放射性物質を大気中に放出しても避難はなし

 安倍は、国がかかわることによって「避難」ではなく「避難させない」ことをたくらんでいる。それは原子力規制委員会が策定した「原子力災害対策指針」(13年9月5日、3回目の「改正」)を見れば明らかだ。
 指針は「原子力災害対策重点区域の範囲」として、「原発から半径約5㌔圏(PAZ)」と「半径約5〜30㌔圏(UPZ)」を設定している。
 また、「初期対応段階」における「緊急事態の区分」として「警戒事態」「施設敷地緊急事態」「全面緊急事態」の三つに区分している。
 以下、沸騰水型軽水炉の場合、各段階ごとに5㌔圏内に対してどのような防護措置がとられるかを見ていく。
 「警戒事態」は「原子炉へのすべての給水機能が喪失」などの場合。これだけで大事故だ。だが、避難にはしない。
 「施設敷地緊急事態」は「すべての非常用の炉心冷却装置による注水ができない」「炉心の損傷を防止するために原子炉格納容器圧力逃がし装置を使用すること」などの場合。後者はベント(大量の放射性物質を大気中に放出)している状態だ。この段階でも避難準備で、要援護者のみ避難(しかし後述するように、実際には、要援護者の避難もさせない)。
 「全面緊急事態」は「格納容器の障壁が喪失するおそれ」「放射性物質または放射線が異常な水準で原子力事業所外へ放出」などの場合。格納容器が爆発し大量の放射性物質が放出の事態だ。

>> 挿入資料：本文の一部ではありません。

class CsvChainReader:
    """Incremental reader of one append-only CSV chain file.

    Parameters
    ----------
    path : path-like
    offset : int
        Byte offset already consumed (0 for a new chain; a committed offset when resuming).
    header : Header, str or None
        The header recorded when the chain was first read (as :class:`Header` or its ``line``). When the
        file's header differs, :meth:`read_new` raises ``'header_changed'``.
    max_bytes : int
        Largest piece read per call; :attr:`Batch.more` says when to call again.

    Attributes ``offset`` (next byte to read) and ``header`` (None until the header line is complete)
    are updated by each call.
    """

    def __init__(self, path: str | os.PathLike, offset: int = 0, header: Header | str | None = None,
                 *, max_bytes: int = DEFAULT_MAX_BYTES):
        self.path = os.fspath(path)
        if offset < 0:
            raise ValueError(f"offset must be >= 0, got {offset}")
        if max_bytes < 1:
            raise ValueError(f"max_bytes must be >= 1, got {max_bytes}")
        self._offset = int(offset)
        if isinstance(header, str):
            header = parse_header(header, self.path)
        self.header: Header | None = header
        self.max_bytes = int(max_bytes)
        self._header_raw: bytes | None = None
        self._lines_before: int | None = 0 if offset == 0 else None  # newlines before self.offset

    @property
    def offset(self) -> int:
        """The next byte to read. Setting it (e.g. to rewind to a batch's start) is allowed."""
        return self._offset

    @offset.setter
    def offset(self, value: int) -> None:
        value = int(value)
        if value != self._offset:
            self._offset = value
            self._lines_before = None          # recounted from the file when a problem needs it

    # ---------------------------------------------------------------------------------------------

    def read_new(self, max_bytes: int | None = None) -> Batch:
        """Read the complete lines appended since :attr:`offset` (at most ``max_bytes`` bytes).

        Returns a Batch of the good rows; rows with the wrong number of fields or a non-numeric field
        are skipped with a problem naming the line and byte offset. Raises InputProblem for the whole
        file: ``'header_changed'``, ``'rewritten'`` (shorter than the offset, or no longer ending a line
        there), ``'bad_header'``/``'not_ours'`` (header unusable), ``'unreadable'``.
        """
        limit = self.max_bytes if max_bytes is None else int(max_bytes)
        try:
            f = open(self.path, "rb")
        except OSError as exc:
            raise InputProblem(self.path, f"cannot open the file ({exc.strerror or exc})", "unreadable") from None
        with f:
            size = os.fstat(f.fileno()).st_size
            if size < self.offset:
                raise InputProblem(self.path, f"the file is now {size} bytes, shorter than the "
                                              f"{self.offset} bytes already read (was it rewritten?)", "rewritten")
            found = self._read_header(f)
            if found is None:
                if self.header is not None and self.offset > 0:
                    raise InputProblem(self.path, "the header line is gone or incomplete "
                                                  "(was the file rewritten?)", "header_changed")
                return _empty_batch(self.path, self.offset)
            header, data_start, header_lines = found
            if self._offset < data_start:
                self._offset = data_start
                self._lines_before = header_lines
            elif self.offset > data_start:
                f.seek(self.offset - 1)
                if f.read(1) != b"\n":
                    raise InputProblem(self.path, f"byte {self.offset - 1} is no longer the end of a "
                                                  "line (was the file rewritten?)", "rewritten")
            start = self.offset
            f.seek(start)
            piece = f.read(limit)
            last_nl = piece.rfind(b"\n")
            if last_nl < 0:
                if len(piece) == limit and start + limit < size:
                    return self._skip_long_line(f, start, header)
                return _empty_batch(self.path, start, header.n, header.param_names)
            data = piece[: last_nl + 1]
            batch = self._parse(data, start, header)
            self._offset = start + len(data)
            if self._lines_before is not None:
                self._lines_before += data.count(b"\n")
            batch.more = len(piece) == limit and self.offset < size
            return batch

    # ---------------------------------------------------------------------------------------------

    def _read_header(self, f) -> tuple[Header, int, int] | None:
        """Find the header (first line that is neither blank nor a comment) → (header, end, lines)."""
        f.seek(0)
        lines = 0
        while True:
            line = f.readline(HEADER_MAX_BYTES)
            if not line.endswith(b"\n"):
                if len(line) >= HEADER_MAX_BYTES:
                    raise InputProblem(self.path, f"no line end in the first {HEADER_MAX_BYTES} bytes; "
                                                  "not a chain file", "not_ours")
                return None
            lines += 1
            stripped = line.strip()
            if not stripped or stripped.startswith(b"#"):
                continue
            break
        end = f.tell()
        if line != self._header_raw:
            header = parse_header(line, self.path)
            if self.header is not None and header.names != self.header.names:
                raise InputProblem(self.path, "the header is not the one recorded when reading started "
                                              f"(now {header.n} observations, parameters "
                                              f"{list(header.param_names)[:5]}; was {self.header.n} and "
                                              f"{list(self.header.param_names)[:5]})", "header_changed")
            self.header = header
            self._header_raw = line
        return self.header, end, lines

    def _line_number(self, lines_in_piece: int) -> int:
        """1-based line number of a line, given the newlines before it inside the current piece."""
        if self._lines_before is None:
            count = 0
            with open(self.path, "rb") as g:
                remaining = self.offset
                while remaining > 0:
                    chunk = g.read(min(remaining, 1 << 20))
                    if not chunk:
                        break
                    count += chunk.count(b"\n")
                    remaining -= len(chunk)
            self._lines_before = count
        return self._lines_before + lines_in_piece + 1

    def _skip_long_line(self, f, start: int, header: Header) -> Batch:
        """A line longer than the piece size: find its end without holding it, skip it, report it."""
        pos = start
        f.seek(start)
        while True:
            chunk = f.read(1 << 20)
            if not chunk:
                return _empty_batch(self.path, start, header.n, header.param_names)  # no end yet
            i = chunk.find(b"\n")
            if i >= 0:
                end = pos + i + 1
                break
            pos += len(chunk)
        line_no = self._line_number(0)
        problem = InputProblem(self.path, f"line {line_no} (byte {start}) is {end - start} bytes long, "
                                          "more than one read may hold; skipped", "long_row")
        self._offset = end
        self._lines_before = line_no
        return Batch(np.empty((0, header.n)), np.empty((0, len(header.param_names))), None,
                     header.param_names, start, end, [problem], self.path, True)

    def _parse(self, data: bytes, start: int, header: Header) -> Batch:
        """Parse complete lines (``data`` ends with a newline) with numpy, keeping every good row."""
        arr = np.frombuffer(data, dtype=np.uint8)
        ends = np.flatnonzero(arr == _NL)                    # index of each line's newline
        starts = np.empty_like(ends)
        starts[0] = 0
        starts[1:] = ends[:-1] + 1
        commas = np.diff(np.cumsum(arr == _COMMA)[ends], prepend=0)
        visible = np.diff(np.cumsum(arr > 32)[ends], prepend=0)
        comment = arr[starts] == _HASH
        data_line = (visible > 0) & ~comment
        wrong = data_line & (commas != header.n_fields - 1)
        good = data_line & ~wrong
        problems: list[InputProblem] = []
        row_problems: list[tuple[int, str, str]] = []       # (line index, text, kind)
        for i in np.flatnonzero(wrong)[: MAX_ROW_PROBLEMS + 1]:
            row_problems.append((int(i), f"has {commas[i] + 1} fields, the header has "
                                         f"{header.n_fields}", "bad_row"))
        good_idx = np.flatnonzero(good)
        if good_idx.size == 0:
            values = np.empty((0, header.n_fields))
            ok = np.zeros(0, dtype=bool)
        else:
            if good_idx.size == ends.size:
                buf = data
                bstarts, bends = starts, ends + 1
            else:
                lengths = ends + 1 - starts
                buf = arr[np.repeat(good, lengths)].tobytes()
                glen = lengths[good_idx]
                bends = np.cumsum(glen)
                bstarts = bends - glen
            values = np.empty((good_idx.size, header.n_fields))
            ok = np.ones(good_idx.size, dtype=bool)
            self._parse_rows(buf, bstarts, bends, 0, good_idx.size, values, ok, header.n_fields)
            for r in np.flatnonzero(~ok)[: MAX_ROW_PROBLEMS + 1]:
                line = buf[bstarts[r]: bends[r]]
                row_problems.append((int(good_idx[r]), self._describe_non_numeric(line, header),
                                     "non_numeric"))
            if header.draw_col is not None:
                d = values[:, header.draw_col]
                bad_draw = ok & ~((d == np.floor(d)) & np.isfinite(d) & (np.abs(d) < 2.0**62))
                for r in np.flatnonzero(bad_draw)[: MAX_ROW_PROBLEMS + 1]:
                    row_problems.append((int(good_idx[r]), f"has draw number {d[r]!r}, not a whole "
                                                           "number", "bad_row"))
                ok &= ~bad_draw
        n_skipped = int(wrong.sum() + (~ok).sum())
        row_problems.sort()
        for i, text, kind in row_problems[:MAX_ROW_PROBLEMS]:
            line_no = self._line_number(int(i))
            problems.append(InputProblem(self.path, f"line {line_no} (byte {start + int(starts[i])}) "
                                                    f"{text}; row skipped", kind))
        if n_skipped > MAX_ROW_PROBLEMS:
            problems.append(InputProblem(self.path, f"{n_skipped - MAX_ROW_PROBLEMS} more rows skipped "
                                                    f"between bytes {start} and {start + len(data)}",
                                         "bad_row"))
        values = values[ok]
        loglik = np.ascontiguousarray(values[:, list(header.loglik_cols)])
        params = np.ascontiguousarray(values[:, list(header.param_cols)])
        draw_ids = None
        if header.draw_col is not None:
            draw_ids = values[:, header.draw_col].astype(np.int64)
        if values.shape[0]:
            kept_lines = good_idx[ok]
            if draw_ids is not None:
                def labels(r: int) -> str:
                    return f"draw {draw_ids[r]}"
            else:
                def labels(r: int) -> str:
                    return f"line {self._line_number(int(kept_lines[r]))}"
            obs_names = [f"observation {i}" for i in range(1, header.n + 1)]
            problems += _nonfinite_problems(self.path, loglik, labels, "the log-likelihood", obs_names)
            problems += _nonfinite_problems(self.path, params, labels, "a parameter value",
                                            list(header.param_names))
        return Batch(loglik, params, draw_ids, header.param_names, start, start + len(data),
                     problems, self.path)

    @staticmethod
    def _parse_rows(buf: bytes, bstarts, bends, lo: int, hi: int, out: np.ndarray, ok: np.ndarray,
                    n_fields: int) -> None:
        """Parse lines ``lo:hi`` of ``buf`` in one np.loadtxt call; on failure halve to find bad rows."""
        stack = [(lo, hi)]
        while stack:
            a, b = stack.pop()
            chunk = buf[bstarts[a]: bends[b - 1]]
            try:
                vals = np.loadtxt(io.BytesIO(chunk), delimiter=",", comments=None, ndmin=2,
                                  dtype=np.float64, encoding="latin-1")
            except ValueError:
                vals = None
            if vals is not None and vals.shape == (b - a, n_fields):
                out[a:b] = vals
                continue
            if b - a == 1:
                ok[a] = False
                continue
            mid = (a + b) // 2
            stack.append((mid, b))
            stack.append((a, mid))

    @staticmethod
    def _describe_non_numeric(line: bytes, header: Header) -> str:
        fields = line.rstrip(b"\r\n").split(b",")
        for name, raw in zip(header.names, fields):
            try:
                np.loadtxt([raw.decode("latin-1")], delimiter=",", comments=None, dtype=np.float64)
            except ValueError:
                shown = raw.decode("utf-8", "replace").strip()
                return f"has {shown[:40]!r} in column {name!r}, which is not a number"
        return "has a field that is not a number"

 全面緊急事態の段階で空間線量が毎時500㍃シーベルトとなった時、5㌔圏内に避難指示が出される。毎時500㍃シーベルトとは、国が1年間に浴びて良いとしている1㍉シーベルトに2時間で達してしまう放射線量だ。また5〜30㌔圏内ではこの時点でもまだ「段階的に避難を行う」としている。
 その上でさらに重大な点は「避難または一時移転の実施が困難な場合......病院や介護施設においては避難より屋内退避を優先する場合があり」としていることだ。原子炉が爆発するような事態でも、入院患者や介護を必要とする人は置き去り、見殺しにするというのだ。これを「国の原子力災害対策本部が避難等の指示」をするとしている。国の指示=命令で住民を殺すということだ。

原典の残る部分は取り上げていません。